_THE PROBLEM_
Return the records exactly, from the first line through the "more than 30 %" line.

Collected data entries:
******************************

//! `sextant new`: inspect a table and write a commented starter recipe.
//!
//! Every cell is read as text once, and each column gets one role with a reason:
//!
//! - **id**: a column with a non-empty, different value in every row. It is text
//!   that is not a date, or whole numbers whose name says it is a label (a word
//!   such as `id`, `sample`, `name`, `code`) or that run 1, 2, …, n without gaps.
//!   A column with a label-like name wins; otherwise the first text column does,
//!   then the first run of row numbers.
//! - **group**: a text column (not dates) with between 2 and
//!   max(2, min(20, rows / 5)) distinct non-empty values, so each value has about
//!   five rows or more. Whole numbers whose name says they are a grouping code
//!   (`group`, `class`, `batch`, …) and that have no empty cell count too.
//! - **feature**: every other numeric column. Features are not listed in the
//!   recipe; the recipe relies on the default "every numeric column that is not
//!   the id, a group or excluded".
//! - **excluded**: everything else, each with its reason: dates and times, other
//!   text, a second label column, row numbers, numeric codes, constant columns,
//!   empty columns, numbers written with a decimal comma, and numbers with stray
//!   text (which `check` would otherwise reject).
//!
//! Missing cells: the reader's default texts (`""`, `NA`, `N/A`, `-`) plus common
//! stand-ins for a missing number (`NaN`, `n/a`, `?`, `ND`, `<LOD`, …) when they
//! appear in an otherwise numeric column; those are added to `input.missing`.
//!
//! Rules of thumb, said as such in the recipe: a feature missing more than 30 %
//! of its cells is dropped by `max_feature_missing`; a log10 transform is
//! suggested (commented out) for a feature whose values are all above zero, whose
//! skewness is above 1 and whose log10 has less than half that skewness.
//!
//! The recipe is written to a temporary file beside its target, checked with the
//! same code as `sextant check`, and only then renamed into place; an existing
//! file is replaced only with `--force`. The text depends only on the table and
//! the relative position of recipe and table: no time, host or absolute path.
//!
//! `inspect` gives each column its role; `recipe_text` writes the recipe
//! from the inspection; this module reads the table, writes the checked file and
//! prints the summary.

mod inspect;
mod recipe_text;

use crate::error::{Error, InputError, OutputError};
use crate::recipe::raw::DEFAULT_MISSING_TOKENS;
use crate::table::{ColumnData, ReadOptions, read_header, read_table_parallel};
use inspect::{Inspection, Role, inspect};
use recipe_text::{counted, delimiter_text, plain, recipe_text, results_folder, toml_str};
use std::collections::BTreeSet;
use std::fmt::Write as _;
use std::io::Write as _;
use std::path::{Path, PathBuf};

/// The `max_feature_missing` the starter recipe writes (the recipe default).
pub const MAX_FEATURE_MISSING: f64 = 0.3;
/// A group column has at most this many distinct values…
pub const MAX_GROUP_VALUES: usize = 20;
/// …and at most one distinct value per this many rows (but 2 values are always allowed).
pub const ROWS_PER_GROUP_VALUE: usize = 5;
/// Skewness above this marks a right-skewed feature (rule of thumb).
pub const SKEWNESS_LIMIT: f64 = 1.0;
/// Fewer observed values than this give no skewness worth quoting.
pub const MIN_VALUES_FOR_SKEWNESS: usize = 8;
/// The `compute` the starter recipe writes, lowered to the number of usable features.
pub const COMPUTE: usize = 10;

/// Inspects `data`, writes a starter recipe to `output` (default: `<data stem>.toml`
/// in the current folder; an existing folder gets that name inside it) and returns
/// the summary for standard output.
pub fn run_new(data: &Path, output: Option<&Path>, force: bool) -> Result<String, Error> {
    let target = recipe_path(data, output);
    let shown_target = target.display().to_string();
    let refuse = |reason: String| OutputError::Refused {
        path: shown_target.clone(),
        reason,
    };
    if crate::paths::normalize(&target) == crate::paths::normalize(data) {
        return Err(
            refuse("this is the table itself; choose another recipe path with -o".into()).into(),
        );
    }
    let existed = std::fs::symlink_metadata(&target).is_ok();
    if existed && !force {
        return Err(refuse(already_exists()).into());
    }

    let table = read(data)?;
    let inspection = inspect(&table)?;
    let recipe_dir = folder_of(&target);
    let input_file = crate::paths::relative(&recipe_dir, data);
    let results = results_folder(&recipe_dir, data);
    let text = recipe_text(&table, &inspection, &input_file, &results);
    write_checked(&target, &recipe_dir, text.as_bytes(), force)?;
    Ok(summary(&table, &inspection, &target, existed && force))
}

fn already_exists() -> String {
    "the file already exists; sextant new does not overwrite it unless --force is given (or choose another path with -o)".into()
}

/// The recipe path: `-o` as given, `<stem>.toml` inside `-o` when it is a folder,
/// or `<stem>.toml` in the current folder.
fn recipe_path(data: &Path, output: Option<&Path>) -> PathBuf {
    let stem = data
        .file_stem()
        .map(|s| s.to_string_lossy().into_owned())
        .filter(|s| !s.is_empty())
        .unwrap_or_else(|| "table".into());
    let name = format!("{stem}.toml");
    match output {
        None => PathBuf::from(name),
        Some(p) => {
            let as_text = p.as_os_str().to_string_lossy();
            if p.is_dir() || as_text.ends_with('/') || as_text.ends_with(std::path::MAIN_SEPARATOR)
            {
                p.join(name)
            } else {
                p.to_path_buf()
            }
        }
    }
}

fn folder_of(path: &Path) -> PathBuf {
    match path.parent() {
        Some(p) if !p.as_os_str().is_empty() => p.to_path_buf(),
        _ => PathBuf::from("."),
    }
}

// ---------------------------------------------------------------------------
// Reading

/// The table with every cell as trimmed text, and how it was read.
struct Loaded {
    display: String,
    file_name: String,
    delimiter: u8,
    /// Whether `delimiter` differs from the one the file's extension implies.
    delimiter_written: bool,
    /// The decimal mark the numbers are written with.
    decimal: u8,
    names: Vec<String>,
    cells: Vec<Vec<String>>,
    lines: Vec<u64>,
}

impl Loaded {
    fn n_rows(&self) -> usize {
        self.lines.len()
    }
}

fn extension_delimiter(path: &Path) -> u8 {
    let ext = path
        .extension()
        .map(|e| e.to_string_lossy().to_ascii_lowercase());
    match ext.as_deref() {
        Some("tsv") | Some("tab") => b'\t',
        _ => b',',
    }
}

fn read(data: &Path) -> Result<Loaded, Error> {
    let display = data.display().to_string();
    let bytes = crate::paths::read_regular(data).map_err(|source| InputError::Io {
        path: display.clone(),
        source,
    })?;
    let default = extension_delimiter(data);
    let mut delimiter = default;
    let header = read_header(&bytes, &display, default)?;
    if let [only] = header.names.as_slice() {
        // One column whose name holds another delimiter: the file most likely uses it.
        let mut best: Option<(usize, u8)> = None;
        for d in [b';', b'\t', b',', b'|'] {
            let count = only.bytes().filter(|&b| b == d).count();
            if d != default && count > 0 && best.is_none_or(|(c, _)| count > c) {
                best = Some((count, d));
            }
        }
        if let Some((_, d)) = best
            && read_header(&bytes, &display, d).is_ok_and(|h| h.names.len() > 1)
        {
            delimiter = d;
        }
    }
    let header = read_header(&bytes, &display, delimiter)?;
    let options = ReadOptions::new(
        delimiter,
        DEFAULT_MISSING_TOKENS
            .iter()
            .map(|s| s.to_string())
            .collect(),
        header.names.clone(),
    );
    let table = read_table_parallel(&bytes, &display, &options)?;
    let mut names = Vec::new();
    let mut cells = Vec::new();
    for column in table.columns {
        let ColumnData::Text(values) = column.data else {
            unreachable!("every column is read as text")
        };
        names.push(column.name);
        cells.push(std::sync::Arc::unwrap_or_clone(values));
    }
    let decimal = inspect::decimal_mark(&cells, delimiter);
    if table.lines.len() < 2 {
        return Err(InputError::TooFewRows {
            path: display,
            rows: table.lines.len(),
            why: String::new(),
        }
        .into());
    }
    Ok(Loaded {
        file_name: data
            .file_name()
            .map(|s| s.to_string_lossy().into_owned())
            .unwrap_or_else(|| display.clone()),
        display,
        delimiter,
        delimiter_written: delimiter != default,
        decimal,
        names,
        cells,
        lines: table.lines,
    })
}
// ---------------------------------------------------------------------------
// Writing the file

/// Writes `bytes` to a temporary file in `dir`, checks it as `sextant check`
/// would, and renames it to `target` (refusing an existing file unless `force`).
fn write_checked(target: &Path, dir: &Path, bytes: &[u8], force: bool) -> Result<(), Error> {
    let io = |e: std::io::Error| OutputError::io(target, e);
    std::fs::create_dir_all(dir).map_err(io)?;
    let mut builder = tempfile::Builder::new();
    builder.prefix(".sextant-new-").suffix(".toml");
    #[cfg(unix)]
    {
        use std::os::unix::fs::PermissionsExt;
        // Like any new file: read-write for all, less what the umask takes away.
        builder.permissions(std::fs::Permissions::from_mode(0o666));
    }
    // Checking the recipe reads the whole table: an interruption removes it.
    let (mut file, _on_signal) =
        crate::cleanup::create_registered(|| builder.tempfile_in(dir), |file| file.path())
            .map_err(io)?;
    file.write_all(bytes).map_err(io)?;
    file.as_file().sync_all().map_err(io)?;

    let checked =
        crate::run::prepare(file.path()).and_then(|p| crate::run::preprocess(&p).map(|_| ()));
    if let Err(e) = checked {
        return Err(OutputError::Refused {
            path: target.display().to_string(),
            reason: format!(
                "the starter recipe did not pass the check, so it was not written; this is a fault in `sextant new`, please report it with the table's header. The check said: {e}"
            ),
        }
        .into());
    }
    let persisted = if force {
        file.persist(target)
    } else {
        file.persist_noclobber(target)
    };
    persisted.map_err(|e| {
        if e.error.kind() == std::io::ErrorKind::AlreadyExists {
            OutputError::Refused {
                path: target.display().to_string(),
                reason: already_exists(),
            }
        } else {
            OutputError::io(target, e.error)
        }
    })?;
    Ok(())
}

// ---------------------------------------------------------------------------
// The summary

/// A path as a shell argument: quoted when it holds anything but plain characters.
fn shell_word(s: &str) -> String {
    let plain_chars = |c: char| {
        c.is_ascii_alphanumeric() || matches!(c, '_' | '-' | '.' | '/' | '+' | ',' | ':' | '@')
    };
    if !s.is_empty() && s.chars().all(plain_chars) {
        s.to_string()
    } else {
        format!("'{}'", s.replace('\'', "'\\''"))
    }
}

fn summary(table: &Loaded, inspection: &Inspection, target: &Path, replaced: bool) -> String {
    let rows = table.n_rows();
    let mut out = String::new();
    let _ = writeln!(
        out,
        "table      {}: {}, {}, delimiter {}{}",
        table.display,
        counted(rows, "row"),
        counted(table.names.len(), "column"),
        delimiter_text(table.delimiter),
        if table.decimal == b',' {
            ", decimal comma"
        } else {
            ""
        }
    );
    let width = inspection
        .columns
        .iter()
        .map(|d| plain(&d.name).chars().count())
        .max()
        .unwrap_or(0)
        .min(28);
    let skewed: BTreeSet<&str> = inspection
        .skewed(rows)
        .iter()
        .map(|(d, _)| d.name.as_str())
        .collect();
    for d in &inspection.columns {
        let role = match d.role {
            Role::Id => "id",
            Role::Group => "group",
            Role::Feature => "feature",
            Role::Excluded => "exclude",
        };
        let mut reason = d.reason.clone();
        if skewed.contains(d.name.as_str()) {
            reason.push_str("; right-skewed: a log10 transform is suggested, not enabled");
        }
        let _ = writeln!(
            out,
            "{role:<10} {:width$}  {}",
            plain(&d.name),
            plain(&reason)
        );
    }
    for (token, columns) in &inspection.extra_missing {
        let _ = writeln!(
            out,
            "missing    {} is read as missing (seen in {})",
            toml_str(token),
            crate::text::count(columns.len(), "numeric column", "numeric columns")
        );
    }
    let usable = inspection.usable(rows).len();
    let features = inspection.features(rows).len();
    let _ = writeln!(
        out,
        "features   {}, {usable} kept after max_feature_missing = {MAX_FEATURE_MISSING}",
        crate::text::count(features, "numeric column", "numeric columns")
    );
    let shown = target.display().to_string();
    let _ = writeln!(
        out,
        "recipe     {shown} written{}",
        if replaced {
            " (the old file was replaced)"
        } else {
            ""
        }
    );
    let _ = writeln!(out, "next       sextant check {}", shell_word(&shown));
    out
}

******************************

_ANSWER SECTION_
//! `sextant new`: inspect a table and write a commented starter recipe.
//!
//! Every cell is read as text once, and each column gets one role with a reason:
//!
//! - **id**: a column with a non-empty, different value in every row. It is text
//!   that is not a date, or whole numbers whose name says it is a label (a word
//!   such as `id`, `sample`, `name`, `code`) or that run 1, 2, …, n without gaps.
//!   A column with a label-like name wins; otherwise the first text column does,
//!   then the first run of row numbers.
//! - **group**: a text column (not dates) with between 2 and
//!   max(2, min(20, rows / 5)) distinct non-empty values, so each value has about
//!   five rows or more. Whole numbers whose name says they are a grouping code
//!   (`group`, `class`, `batch`, …) and that have no empty cell count too.
//! - **feature**: every other numeric column. Features are not listed in the
//!   recipe; the recipe relies on the default "every numeric column that is not
//!   the id, a group or excluded".
//! - **excluded**: everything else, each with its reason: dates and times, other
//!   text, a second label column, row numbers, numeric codes, constant columns,
//!   empty columns, numbers written with a decimal comma, and numbers with stray
//!   text (which `check` would otherwise reject).
//!
//! Missing cells: the reader's default texts (`""`, `NA`, `N/A`, `-`) plus common
//! stand-ins for a missing number (`NaN`, `n/a`, `?`, `ND`, `<LOD`, …) when they
//! appear in an otherwise numeric column; those are added to `input.missing`.
//!
//! Rules of thumb, said as such in the recipe: a feature missing more than 30 %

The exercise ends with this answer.